-------- DATASET RECORDS
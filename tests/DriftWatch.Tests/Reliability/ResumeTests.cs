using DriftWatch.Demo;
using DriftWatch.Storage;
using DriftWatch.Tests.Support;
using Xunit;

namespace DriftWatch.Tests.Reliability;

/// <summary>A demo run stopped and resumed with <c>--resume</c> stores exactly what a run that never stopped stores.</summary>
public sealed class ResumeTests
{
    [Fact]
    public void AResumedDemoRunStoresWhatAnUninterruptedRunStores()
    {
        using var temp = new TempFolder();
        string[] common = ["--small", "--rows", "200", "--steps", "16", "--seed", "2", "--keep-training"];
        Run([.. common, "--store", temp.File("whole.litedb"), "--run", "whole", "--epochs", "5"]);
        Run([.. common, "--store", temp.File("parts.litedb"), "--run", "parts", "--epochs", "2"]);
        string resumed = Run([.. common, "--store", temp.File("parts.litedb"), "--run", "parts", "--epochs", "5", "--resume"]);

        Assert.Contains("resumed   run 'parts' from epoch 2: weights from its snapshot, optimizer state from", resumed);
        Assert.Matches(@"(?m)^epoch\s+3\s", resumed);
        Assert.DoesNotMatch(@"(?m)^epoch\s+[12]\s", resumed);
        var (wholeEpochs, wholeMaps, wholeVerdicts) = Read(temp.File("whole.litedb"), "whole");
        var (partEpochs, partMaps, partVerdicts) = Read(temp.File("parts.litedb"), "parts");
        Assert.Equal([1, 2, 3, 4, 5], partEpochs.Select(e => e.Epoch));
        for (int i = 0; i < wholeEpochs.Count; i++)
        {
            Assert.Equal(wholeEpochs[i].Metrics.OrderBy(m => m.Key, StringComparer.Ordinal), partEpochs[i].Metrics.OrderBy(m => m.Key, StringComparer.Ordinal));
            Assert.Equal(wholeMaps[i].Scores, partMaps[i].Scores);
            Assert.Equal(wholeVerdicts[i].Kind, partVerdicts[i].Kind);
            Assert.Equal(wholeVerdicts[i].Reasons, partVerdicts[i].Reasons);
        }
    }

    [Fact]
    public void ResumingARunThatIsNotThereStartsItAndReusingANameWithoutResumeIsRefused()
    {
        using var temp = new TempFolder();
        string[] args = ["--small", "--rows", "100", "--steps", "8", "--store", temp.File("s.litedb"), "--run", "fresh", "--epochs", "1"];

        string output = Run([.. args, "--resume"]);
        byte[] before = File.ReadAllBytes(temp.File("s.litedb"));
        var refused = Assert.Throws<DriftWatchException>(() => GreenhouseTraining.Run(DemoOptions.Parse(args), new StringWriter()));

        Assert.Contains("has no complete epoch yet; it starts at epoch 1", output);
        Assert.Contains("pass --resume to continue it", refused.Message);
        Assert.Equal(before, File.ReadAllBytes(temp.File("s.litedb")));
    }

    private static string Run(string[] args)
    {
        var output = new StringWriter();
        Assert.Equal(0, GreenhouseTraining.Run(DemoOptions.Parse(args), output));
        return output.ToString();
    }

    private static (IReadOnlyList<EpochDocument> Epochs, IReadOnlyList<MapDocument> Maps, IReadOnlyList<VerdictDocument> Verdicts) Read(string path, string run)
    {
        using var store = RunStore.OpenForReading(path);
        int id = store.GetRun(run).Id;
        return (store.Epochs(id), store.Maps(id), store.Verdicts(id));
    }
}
----------------
- **WHAT THIS TASK INVOLVES**:
When the entries above show the word "litedb" in a line, copy that line out.

- **RESULT OF THE TASK**:
        Run([.. common, "--store", temp.File("whole.litedb"), "--run", "whole", "--epochs", "5"]);
        Run([.. common, "--store", temp.File("parts.litedb"), "--run", "parts", "--epochs", "2"]);
        string resumed = Run([.. common, "--store", temp.File("parts.litedb"), "--run", "parts", "--epochs", "5", "--resume"]);
        var (wholeEpochs, wholeMaps, wholeVerdicts) = Read(temp.File("whole.litedb"), "whole");
        var (partEpochs, partMaps, partVerdicts) = Read(temp.File("parts.litedb"), "parts");
        string[] args = ["--small", "--rows", "100", "--steps", "8", "--store", temp.File("s.litedb"), "--run", "fresh", "--epochs", "1"];
        byte[] before = File.ReadAllBytes(temp.File("s.litedb"));
        Assert.Equal(before, File.ReadAllBytes(temp.File("s.litedb")));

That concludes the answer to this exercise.